Un livre réjouissant et plus ou moins autobiographique où le prix Nobel péruvien nous narre ses amours compliquées avec sa tante Julia (en fait, la sœur de l’épouse d’un de ses oncles, désolé pour les amateurs d’inceste !) et sa fréquentation du scribouillard, auteur bolivien de feuilletons radiophoniques hanté par l’écriture et la haine des Argentins. La structure du roman est originale : Vargas Llosa y fait alterner ses récits autobiographiques et ceux relatant divers épisodes des feuilletons de son ami. Au départ, j’avais pensé qu’il s’agissait, comme le faisait Dos Passos, d’histoires parallèles dont les différents personnages finiraient par se rencontrer. Il n’en est rien. S’il y a bien rencontres, c’est qu’au fil de l’évolution de la folie du scribouillard ses histoires finissent par se mélanger : les noms s’échangent, des éléments biographiques de l’un sont attribués à l’autre et avant qu’il ne perde sa place et finisse en psychiatrie, ses feuilletons se font incompréhensibles et perdent leur audience. Si l’histoire d’amour d’un Mario de dix-huit ans et de sa « tante » plus âgée n’est pas sans rebondissement croquignolesques, notamment lorsqu’ils parcourent le pays à la recherche d’un maire suffisamment irrespectueux des lois pour les marier, ce sont les passages consacrés au graphomane et à des feuilletons qui sont les plus réjouissants. Avant de s’enfoncer dans les délires sus-mentionnés, l’auteur parsème ses récits d’allusions fielleuses aux nombreuses tares qu’il attribue aux Argentins, accusés, entre autres, d’être des assassins par nature, d’ignorer tout de l’hygiène la plus élémentaire, et d’avoir pour femmes d’infâmes putains. Je pense qu’en écrivant ce récit, Vargas Llosa s’est régalé. C’est ce que j’ai fait à le lire.

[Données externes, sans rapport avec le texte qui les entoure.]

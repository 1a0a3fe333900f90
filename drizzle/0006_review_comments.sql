CREATE TABLE "comments" (
	"id" serial PRIMARY KEY NOT NULL,
	"revision_id" integer NOT NULL,
	"anchor_kind" text NOT NULL,
	"anchor" text NOT NULL,
	"anchor_label" text,
	"body" text NOT NULL,
	"author_id" integer NOT NULL,
	"revision_version" integer NOT NULL,
	"created_at" timestamp with time zone DEFAULT now() NOT NULL,
	"answer" text,
	"answered_by" integer,
	"answered_at" timestamp with time zone,
	"answered_version" integer,
	"resolved_by" integer,
	"resolved_at" timestamp with time zone,
	"resolved_version" integer,
	CONSTRAINT "comments_anchor_kind_known" CHECK ("comments"."anchor_kind" in ('section', 'block', 'parameter', 'step')),
	CONSTRAINT "comments_answered_whole" CHECK (("comments"."answer" is null) = ("comments"."answered_at" is null)),
	CONSTRAINT "comments_resolved_whole" CHECK (("comments"."resolved_by" is null) = ("comments"."resolved_at" is null))
);
--> statement-breakpoint
ALTER TABLE "comments" ADD CONSTRAINT "comments_revision_id_sheet_revisions_id_fk" FOREIGN KEY ("revision_id") REFERENCES "public"."sheet_revisions"("id") ON DELETE no action ON UPDATE no action;--> statement-breakpoint
ALTER TABLE "comments" ADD CONSTRAINT "comments_author_id_people_id_fk" FOREIGN KEY ("author_id") REFERENCES "public"."people"("id") ON DELETE no action ON UPDATE no action;--> statement-breakpoint
ALTER TABLE "comments" ADD CONSTRAINT "comments_answered_by_people_id_fk" FOREIGN KEY ("answered_by") REFERENCES "public"."people"("id") ON DELETE no action ON UPDATE no action;--> statement-breakpoint
ALTER TABLE "comments" ADD CONSTRAINT "comments_resolved_by_people_id_fk" FOREIGN KEY ("resolved_by") REFERENCES "public"."people"("id") ON DELETE no action ON UPDATE no action;--> statement-breakpoint
CREATE INDEX "comments_revision" ON "comments" USING btree ("revision_id","id");--> statement-breakpoint
CREATE INDEX "comments_open" ON "comments" USING btree ("revision_id") WHERE "comments"."resolved_at" is null;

Le Général dans son labyrinthe, de Gabriel Garcia Marquez :

L’auteur de Cent Ans de solitude nous narre les derniers jours de Simon Bolivar, entre son départ de Santa Fé, quartier de Bogotá, qu’il fuit sous les quolibets après avoir démissionné de la présidence et son ultime exil, la mort. Le « Libertador » qui a vu son rêve d’une Amérique du Sud unie sombrer dans les rivalités locales est malade, très malade. Il connaîtra des rémissions avant de replonger puis, pour un temps, de sembler renaître. Le lecteur risque, lui aussi, de se sentir dans un labyrinthe, tant les palanquées de généraux et de colonels créent la confusion à la manière des princes et des comtes de La Guerre et la paix. Les références à des événements historiques de l’épopée du Général qui ne nous sont pas familières participent à son égarement. Mais qu’importe ? Au fil des étapes du voyage, des rencontres, prétextes au rappel d’épisodes passés, se dessine le portrait d’un grand homme sur sa fin, de ses colères, de sa versatilité, de ses amours tumultueuses, de sa prodigalité, de sa bravoure, de sa rouerie, de sa complexité se dessine un portait. Portrait sans complaisance ni cruauté, aux antipodes de l’hagiographie, brossé par un Garcia Marquez au meilleur de son art. Un livre impossible à résumer comme peut l'être le parcours du prisonnier d’un labyrinthe. Un livre riche.

En guise de « bonus » :

Ces deux prix Nobel de littérature furent neuf ans durant copains comme cochons. Jusqu’au jour où, dans le hall d’un cinéma de Mexico, le 12 février 1976 pour être précis, Le bon Mario mit brutalement fin à cette belle amitié par un direct en pleine face du vaillant Gabriel. Problème conjugal ? Différend politique ? Nul ne le sait, les deux ex-amis ayant promis d’en tenir la raison secrète. Garcia Marquez mourut sans rien en dire et Vargas Llosa décida d’en faire autant et de laisser aux historiens le soin de faire la lumière sur l’affaire. On dira ce qu’on voudra, mais ces Latinos ont su conserver un certain art de vivre.